------ Record excerpts ------

export function createKinetics(mech: Mechanism): Kinetics {
  const nS = mech.nSpecies;
  const rx = mech.reactions;
  const nR = rx.length;

  // ---- flattened reaction data ----
  const A = new Float64Array(nR),
    B = new Float64Array(nR),
    EaR = new Float64Array(nR);
  const A0 = new Float64Array(nR),
    B0 = new Float64Array(nR),
    Ea0R = new Float64Array(nR);
  const kind = new Uint8Array(nR); // 0 elementary, 1 three-body, 2 fall-off
  const reversible = new Uint8Array(nR);
  const troeKind = new Uint8Array(nR); // 0 Lindemann, 1 Troe without T2, 2 Troe with T2
  const troeA = new Float64Array(nR),
    troeT3 = new Float64Array(nR),
    troeT1 = new Float64Array(nR),
    troeT2 = new Float64Array(nR);
  const dNu = new Float64Array(nR);
  const fOff = new Int32Array(nR + 1),
    rOff = new Int32Array(nR + 1),
    sOff = new Int32Array(nR + 1),
    eOff = new Int32Array(nR + 1);
  let nf = 0,
    nr = 0,
    ns = 0,
    ne = 0;
  for (const r of rx) {
    nf += r.forwardOrderIndex.length;
    nr += r.productIndex.length;
    ns += r.reactantIndex.length + r.productIndex.length;
    if (r.efficiencies) for (let k = 0; k < nS; k++) if (r.efficiencies[k] !== 1) ne++;
  }
  // forward-rate factors (species, order), reverse-rate factors (species, product coefficient)
  const fIdx = new Int32Array(nf),
    fOrd = new Float64Array(nf);
  const rIdx = new Int32Array(nr),
    rOrd = new Float64Array(nr);
  // net stoichiometry (species, ν'' − ν'), one entry per appearance
  const sIdx = new Int32Array(ns),
    sNu = new Float64Array(ns);
  // third-body efficiencies as default × C_total + Σ (ε_j − default) C_j; the default is 1 for GRI but kept general
  const effDefault = new Float64Array(nR);
  const eIdx = new Int32Array(ne),
    eVal = new Float64Array(ne);
  const effFull = new Float64Array(nR * nS); // ε_j for every species (Jacobian)
  nf = nr = ns = ne = 0;
  for (let i = 0; i < nR; i++) {
    const r = rx[i];
    A[i] = r.rate.A;
    B[i] = r.rate.b;
    EaR[i] = r.rate.Ea_J_per_mol / R_J_per_molK;
    kind[i] = r.type === "elementary" ? 0 : r.type === "three-body" ? 1 : 2;
    reversible[i] = r.reversible ? 1 : 0;
    if (r.lowRate) {
      A0[i] = r.lowRate.A;
      B0[i] = r.lowRate.b;
      Ea0R[i] = r.lowRate.Ea_J_per_mol / R_J_per_molK;
    }
    if (r.troe) {
      troeKind[i] = r.troe[3] === null ? 1 : 2;
      troeA[i] = r.troe[0];
      troeT3[i] = r.troe[1];
      troeT1[i] = r.troe[2];
      troeT2[i] = r.troe[3] ?? 0;
    }
    fOff[i] = nf;
    for (let j = 0; j < r.forwardOrderIndex.length; j++) {
      fIdx[nf] = r.forwardOrderIndex[j];
      fOrd[nf] = r.forwardOrder[j];
      nf++;
    }
    rOff[i] = nr;
    for (let j = 0; j < r.productIndex.length; j++) {
      rIdx[nr] = r.productIndex[j];
      rOrd[nr] = r.productCoeff[j];
      nr++;
    }
    sOff[i] = ns;
    let dn = 0;
    for (let j = 0; j < r.reactantIndex.length; j++) {
      sIdx[ns] = r.reactantIndex[j];
      sNu[ns] = -r.reactantCoeff[j];
      dn -= r.reactantCoeff[j];
      ns++;
    }
    for (let j = 0; j < r.productIndex.length; j++) {
      sIdx[ns] = r.productIndex[j];
      sNu[ns] = r.productCoeff[j];
      dn += r.productCoeff[j];
      ns++;
    }
    dNu[i] = dn;
    eOff[i] = ne;
    if (r.efficiencies) {
      effDefault[i] = 1;
      for (let k = 0; k < nS; k++) {
        effFull[i * nS + k] = r.efficiencies[k];
        if (r.efficiencies[k] !== 1) {
          eIdx[ne] = k;
          eVal[ne] = r.efficiencies[k] - 1;
          ne++;
        }
      }
    }
  }
  fOff[nR] = nf;
  rOff[nR] = nr;
  sOff[nR] = ns;
  eOff[nR] = ne;

  // ---- work arrays ----
  const cpR = new Float64Array(nS),
    hRT = new Float64Array(nS),
    sR = new Float64Array(nS),
    gRT = new Float64Array(nS);
  const kInf = new Float64Array(nR); // k_f (elementary, three-body) or k_∞ (fall-off) at T
  const k0 = new Float64Array(nR);
  const invKc = new Float64Array(nR); // 1/K_c (0 for irreversible reactions)
  const fcent = new Float64Array(nR);
  // temperature derivatives at constant concentrations (for the Jacobian's ∂ω̇/∂T)
  const dlnkInf = new Float64Array(nR),
    dlnk0 = new Float64Array(nR),
    dfcent = new Float64Array(nR),
    dlnInvKc = new Float64Array(nR);
  const dlnkf = new Float64Array(nR); // d ln k_f,eff/dT at constant C
  const kfEff = new Float64Array(nR); // effective k_f at (T, C)
  const dkfdM = new Float64Array(nR); // ∂k_f,eff/∂[M] (fall-off)
  const conc3 = new Float64Array(nR); // [M] (three-body, fall-off)
  const qf = new Float64Array(nR),
    qr = new Float64Array(nR);
  const w0 = new Float64Array(nS);
  let lastT = Number.NaN;
  const stdConc = (T: number) => mech.standardPressurePa / (R_J_per_molK * T);

  function setTemperature(T: number): void {
    if (T === lastT) return;
    if (!(T > 0) || !Number.isFinite(T)) throw new Error(`kinetics: temperature must be a positive finite number, got ${T}`);
    lastT = T;
    const lnT = Math.log(T),
      invT = 1 / T;
    speciesThermoInto(mech, T, cpR, hRT, sR);
    for (let k = 0; k < nS; k++) gRT[k] = hRT[k] - sR[k];
    const lnC0 = Math.log(stdConc(T));
    for (let i = 0; i < nR; i++) {
      const bi = B[i],
        ei = EaR[i];
      kInf[i] = bi === 0 && ei === 0 ? A[i] : A[i] * Math.exp(bi * lnT - ei * invT);
      dlnkInf[i] = (bi + ei * invT) * invT;
      if (kind[i] === 2) {
        k0[i] = A0[i] * Math.exp(B0[i] * lnT - Ea0R[i] * invT);
        dlnk0[i] = (B0[i] + Ea0R[i] * invT) * invT;
        const tk = troeKind[i];
        if (tk > 0) {
          const a = troeA[i];
          const e3 = Math.exp(-T / troeT3[i]),
            e1 = Math.exp(-T / troeT1[i]);
          let fc = (1 - a) * e3 + a * e1;
          let dfc = (-(1 - a) * e3) / troeT3[i] - (a * e1) / troeT1[i];
          if (tk === 2) {
            const e2 = Math.exp(-troeT2[i] * invT);
            fc += e2;
            dfc += troeT2[i] * invT * invT * e2;
          }
          fcent[i] = fc;
          dfcent[i] = dfc;
        }
      }
      if (reversible[i]) {
        let dG = 0,
          dH = 0;
        for (let p = sOff[i]; p < sOff[i + 1]; p++) {
          dG += sNu[p] * gRT[sIdx[p]];
          dH += sNu[p] * hRT[sIdx[p]];
        }
        // ln K_c = −ΔG°/RT + Δν ln(P_atm/RT);  d ln(1/K_c)/dT = (−ΔH°/RT + Δν)/T  (van 't Hoff)
        invKc[i] = Math.exp(dG - dNu[i] * lnC0);
        dlnInvKc[i] = (dNu[i] - dH) * invT;
      } else {
        invKc[i] = 0;
        dlnInvKc[i] = 0;
      }
    }
  }

  /** Effective forward constants, [M], and ∂k_f/∂[M] at the current T for concentrations C. */
  function setConcentrations(C: Float64Array): void {
    let Ctot = 0;
    for (let k = 0; k < nS; k++) Ctot += C[k];
    for (let i = 0; i < nR; i++) {
      const kd = kind[i];
      if (kd === 0) {
        kfEff[i] = kInf[i];
        dlnkf[i] = dlnkInf[i];
        continue;
      }
      let M = effDefault[i] * Ctot;
      for (let p = eOff[i]; p < eOff[i + 1]; p++) M += eVal[p] * C[eIdx[p]];
      conc3[i] = M;
      if (kd === 1) {
        kfEff[i] = kInf[i];
        dlnkf[i] = dlnkInf[i];
        continue;
      }
      // fall-off
      const ki = kInf[i];
      const PrRaw = (k0[i] * M) / ki;
      const Pr = Math.max(PrRaw, PR_FLOOR);
      const lind = Pr / (1 + Pr);
      // d ln P_r/dT at constant [M] (0 where P_r sits on its floor)
      const dlnPr = PrRaw > PR_FLOOR ? dlnk0[i] - dlnkInf[i] : 0;
      let F = 1,
        dlnFdx = 0,
        dlnFdT = 0;
      if (troeKind[i] > 0) {
        const fc = Math.max(fcent[i], 1e-300);
        const lfc = Math.log10(fc);
        const c = -0.4 - 0.67 * lfc;
        const n = 0.75 - 1.27 * lfc;
        const xc = Math.log10(Pr) + c;
        const den = n - 0.14 * xc;
        const f = xc / den;
        const g = 1 / (1 + f * f);
        F = 10 ** (lfc * g);
        // d ln F / d log10 P_r = ln F_cent · d g/d f · d f/d x,  dg/df = −2f g², df/dx = n/den²
        dlnFdx = lfc * LN10 * (-2 * f * g * g) * (n / (den * den));
        // d ln F/dT through F_cent (in c, n and the prefactor) and through P_r (in x)
        const dlfc = fcent[i] > 1e-300 ? dfcent[i] / (fc * LN10) : 0;
        const dxc = dlnPr / LN10 - 0.67 * dlfc;
        const dden = -1.27 * dlfc - 0.14 * dxc;
        const df = (dxc * den - xc * dden) / (den * den);
        dlnFdT = LN10 * (dlfc * g + lfc * (-2 * f * g * g) * df);
      }
      kfEff[i] = ki * lind * F;
      dlnkf[i] = dlnkInf[i] + dlnPr / (1 + Pr) + dlnFdT;
      // ∂k_f/∂[M] = k_0 · d/dP_r [P_r F/(1+P_r)] = k_0 · F · (1/(1+P_r)² + (1/(1+P_r)) d ln F/d log10 P_r / ln 10)
      dkfdM[i] = Pr > PR_FLOOR ? k0[i] * F * (1 / ((1 + Pr) * (1 + Pr)) + dlnFdx / ((1 + Pr) * LN10)) : k0[i] * F;
    }
  }

  function progress(C: Float64Array): void {
    for (let i = 0; i < nR; i++) {
      let f = kfEff[i];
      for (let p = fOff[i]; p < fOff[i + 1]; p++) f *= powOrder(C[fIdx[p]], fOrd[p]);
      let r = 0;
      if (reversible[i]) {
        r = kfEff[i] * invKc[i];
        for (let p = rOff[i]; p < rOff[i + 1]; p++) r *= powOrder(C[rIdx[p]], rOrd[p]);
      }
      if (kind[i] === 1) {
        f *= conc3[i];
        r *= conc3[i];
      }
      qf[i] = f;
      qr[i] = r;
    }
  }

  function net(T: number, C: Float64Array, out: Float64Array): void {
    setTemperature(T);
    setConcentrations(C);
    progress(C);
    out.fill(0, 0, nS);
    for (let i = 0; i < nR; i++) {
      const q = qf[i] - qr[i];
      for (let p = sOff[i]; p < sOff[i + 1]; p++) out[sIdx[p]] += sNu[p] * q;
    }
  }

  function jacobian(T: number, C: Float64Array, dWdC: Float64Array, dWdT: Float64Array): void {
    net(T, C, w0);
    // ∂ω̇/∂T at constant C: d q_f/dT = q_f d ln k_f/dT, d q_r/dT = q_r (d ln k_f/dT + d ln(1/K_c)/dT)
    dWdT.fill(0, 0, nS);
    for (let i = 0; i < nR; i++) {
      const d = qf[i] * dlnkf[i] - qr[i] * (dlnkf[i] + dlnInvKc[i]);
      if (d === 0) continue;
      for (let p = sOff[i]; p < sOff[i + 1]; p++) dWdT[sIdx[p]] += sNu[p] * d;
    }
    // analytic ∂ω̇/∂C; net() above left kfEff, conc3, dkfdM, qf, qr at (T, C)
    dWdC.fill(0, 0, nS * nS);
    for (let i = 0; i < nR; i++) {
      const kd = kind[i];
      const kf = kfEff[i];
      const kr = reversible[i] ? kf * invKc[i] : 0;
      const M = kd === 1 ? conc3[i] : 1;
      // direct dependence through the mass-action products: ∂q/∂C_j for j in the forward factors …
      for (let p = fOff[i]; p < fOff[i + 1]; p++) {
        const j = fIdx[p];
        let d = kf * M * dPowOrder(C[j], fOrd[p]);
        for (let p2 = fOff[i]; p2 < fOff[i + 1]; p2++) if (p2 !== p) d *= powOrder(C[fIdx[p2]], fOrd[p2]);
        for (let s = sOff[i]; s < sOff[i + 1]; s++) dWdC[sIdx[s] * nS + j] += sNu[s] * d;
      }
      // … and in the reverse factors
      if (kr !== 0) {
        for (let p = rOff[i]; p < rOff[i + 1]; p++) {
          const j = rIdx[p];
          let d = -kr * M * dPowOrder(C[j], rOrd[p]);
          for (let p2 = rOff[i]; p2 < rOff[i + 1]; p2++) if (p2 !== p) d *= powOrder(C[rIdx[p2]], rOrd[p2]);
          for (let s = sOff[i]; s < sOff[i + 1]; s++) dWdC[sIdx[s] * nS + j] += sNu[s] * d;
        }
      }
      if (kd === 0) continue;
      // dependence through [M]: ∂q/∂C_j += ε_j · ∂q/∂[M]
      // q = k(M) (Π_f − Π_r/K_c) with k = [M] k_f (three-body) or k_f,eff([M]) (fall-off)
      let f = 1,
        r = 0;
      for (let p = fOff[i]; p < fOff[i + 1]; p++) f *= powOrder(C[fIdx[p]], fOrd[p]);
      if (reversible[i]) {
        r = invKc[i];
        for (let p = rOff[i]; p < rOff[i + 1]; p++) r *= powOrder(C[rIdx[p]], rOrd[p]);
      }
      const dqdM = (kd === 1 ? kf : dkfdM[i]) * (f - r);
      if (dqdM === 0) continue;
      const eb = i * nS;
      for (let s = sOff[i]; s < sOff[i + 1]; s++) {
        const row = sIdx[s] * nS;
        const v = sNu[s] * dqdM;
        for (let j = 0; j < nS; j++) dWdC[row + j] += v * effFull[eb + j];
      }
    }
  }

  return {
    mech,
    nReactions: nR,
    netProductionRates: net,
    jacobian,
    ratesOfProgress(T, C, forward, reverse, netq) {
      setTemperature(T);
      setConcentrations(C);
      progress(C);
      for (let i = 0; i < nR; i++) {
        forward[i] = qf[i];
        reverse[i] = qr[i];
        netq[i] = qf[i] - qr[i];
      }
    },
    rateConstants(T, C, kf, kr) {
      setTemperature(T);
      setConcentrations(C);
      for (let i = 0; i < nR; i++) {
        kf[i] = kfEff[i];
        kr[i] = kfEff[i] * invKc[i];
      }
    },
    equilibriumConstants(T, out) {
      setTemperature(T);
      const lnC0 = Math.log(stdConc(T));
      for (let i = 0; i < nR; i++) {
        let dG = 0;
        for (let p = sOff[i]; p < sOff[i + 1]; p++) dG += sNu[p] * gRT[sIdx[p]];
        out[i] = Math.exp(-dG + dNu[i] * lnC0);
      }
    },
  };
}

------

Your task ::
Look through the records and copy down every line that holds "fill".

Task solution ::
    out.fill(0, 0, nS);
    dWdT.fill(0, 0, nS);
    dWdC.fill(0, 0, nS * nS);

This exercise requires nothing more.